Fixed number of trials n; two outcomes per trial (success/failure); constant success probability p; independent trials. If any fails, the simple binomial does not apply.

Q. State the binomial probability formula for exactly k successes.

A.

P(exactly k) = C(n,k) x p^k x (1-p)^(n-k): the number of arrangements times the chance of one arrangement (k successes and n-k failures).

Q. What does C(n, k) count?

A.

The number of ways to choose which k of the n trials are the successes (‘n choose k’). For 3 flips with 2 heads, C(3,2) = 3 (HHT, HTH, THH).

Q. What is the expected number of successes in a binomial?

A.

E[X] = n x p. Five predictions at 80% accuracy gives an expected 4 correct.

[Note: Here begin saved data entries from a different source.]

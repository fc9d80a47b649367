import { describe, expect, it } from 'vitest'
import { moneyFigures, moneyWords } from '#shared/units/money'
import { cautionsFor } from '#shared/larder/cautions'
import { Quantity, quantityWords, SomeQuantity } from '#shared/larder/quantity'
import { statementOf } from '#shared/larder/statement'
import { freeQuantity, quantityToBuy, stockState } from '#shared/larder/stock'
import {
  ALLERGENS,
  ALLERGEN_WORDS,
  INGREDIENT_KINDS,
  SHELF_OF_KIND,
  SHELVES,
} from '#shared/larder/vocabulary'

describe('stock', () => {
  it.each([
    [
      { usable: 60, reserved: 20, parLevel: 200 },
      { state: 'low', free: 40, buy: 160 },
    ],
    [
      { usable: 220, reserved: 20, parLevel: 200 },
      { state: 'enough', free: 200, buy: 0 },
    ],
    [
      { usable: 0, reserved: 0, parLevel: 200 },
      { state: 'out', free: 0, buy: 200 },
    ],
    [
      { usable: 0, reserved: 0, parLevel: null },
      { state: 'enough', free: 0, buy: 0 },
    ],
    [
      { usable: 100, reserved: 150, parLevel: null },
      { state: 'low', free: 0, buy: 50 },
    ],
    [
      { usable: 0.3, reserved: 0.1, parLevel: 0.2 },
      { state: 'enough', free: 0.2, buy: 0 },
    ],
  ])('%o is %o', (stock, expected) => {
    const found = { state: stockState(stock), free: freeQuantity(stock), buy: quantityToBuy(stock) }
    expect(found).toEqual(expected)
  })
})

describe('quantities', () => {
  it.each([
    [1250, 'g', '1.25 kg'],
    [40, 'g', '40 g'],
    [0.5, 'g', '0.5 g'],
    [1000.001, 'g', '1.000001 kg'],
    [4500, 'ml', '4.5 L'],
    [1200, 'each', '1,200'],
  ] as const)('%d %s reads %s', (quantity, unit, words) => expect(quantityWords(quantity, unit)).toBe(words))

  it('come in thousandths and never below nothing', () => {
    for (const ok of [0, 0.001, 70.125, 10_000_000]) expect(Quantity.safeParse(ok).success).toBe(true)
    for (const no of [-1, 0.0001, 1.00005, NaN, Infinity, 10_000_001])
      expect(Quantity.safeParse(no).success).toBe(false)
    expect(SomeQuantity.safeParse(0).success).toBe(false)
  })
})

describe('a statement', () => {
  const entries = [
    { at: '2031-05-02', order: 2, amountMinor: -300 },
    { at: '2031-05-01', order: 1, amountMinor: 500 },
    { at: '2031-05-03', order: 3, amountMinor: 40 },
  ]
  it('runs in order of time', () => {
    const { balanceMinor, items } = statementOf(entries)
    expect(balanceMinor).toBe(240)
    expect(items.map((item) => item.balanceMinor)).toEqual([500, 200, 240])
  })
  it('opens with what went before, and its balance is of everything', () => {
    const { openingMinor, items, balanceMinor } = statementOf(entries, {
      from: '2031-05-02',
      to: '2031-05-03',
    })
    expect([openingMinor, items.length, balanceMinor]).toEqual([500, 1, 240])
  })
})

describe('the vocabulary', () => {
  it('has the fourteen groups of allergens, each with a word', () => {
    // Regulation (EU) No 1169/2011, Annex II.
    expect(ALLERGENS).toHaveLength(14)
    expect(new Set(Object.values(ALLERGEN_WORDS)).size).toBe(14)
  })
  it('puts every kind on a shelf', () => {
    for (const kind of INGREDIENT_KINDS) expect(SHELVES).toContain(SHELF_OF_KIND[kind])
  })
  it('warns where cleaners and sulphite are handled', () => {
    expect(cautionsFor('cleaning')[0]?.text).toMatch(/never mix/i)
    expect(cautionsFor('preservative')[0]?.why).toMatch(/asthma/)
    expect(cautionsFor('honey')).toEqual([])
  })
})

describe('money', () => {
  it.each([
    [640, 'GBP', '£6.40', '6.40'],
    [-5, 'GBP', '\u2212£0.05', '-0.05'],
    [1200, 'JPY', 'JP¥1,200', '1200'],
    [123456, 'EUR', '€1,234.56', '1234.56'],
  ])('%d %s', (minor, currency, words, figures) => {
    expect([moneyWords(minor, currency), moneyFigures(minor, currency)]).toEqual([words, figures])
  })
})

A long-run average, not a guarantee for one run. (Variance is n x p x (1-p).)

Q. P(exactly 2 heads in 3 fair coin flips)?

A.

C(3,2) x (0.5)^2 x (0.5)^1 = 3 x 0.125 = 3/8 = 0.375. Confirmed by listing: HHT, HTH, THH out of 8 equally likely outcomes.

Q. How do you handle 'at least one success'?

A.

Use the complement: P(at least one) = 1 - P(zero) = 1 - (1-p)^n. Far easier than summing the probabilities of 1, 2, …, n successes.

Q. Why is a model's accuracy a binomial count?

A.

Correct predictions on n test examples = n trials, each correct with probability p (the true accuracy), assumed independent. So accuracy on a small test set is noisy, and its confidence is a binomial question.

Q. What happens to a binomial as n gets large?

A.

Its bar chart smooths toward the normal bell curve (the normal approximation). This is a first glimpse of the central limit theorem in the next phase.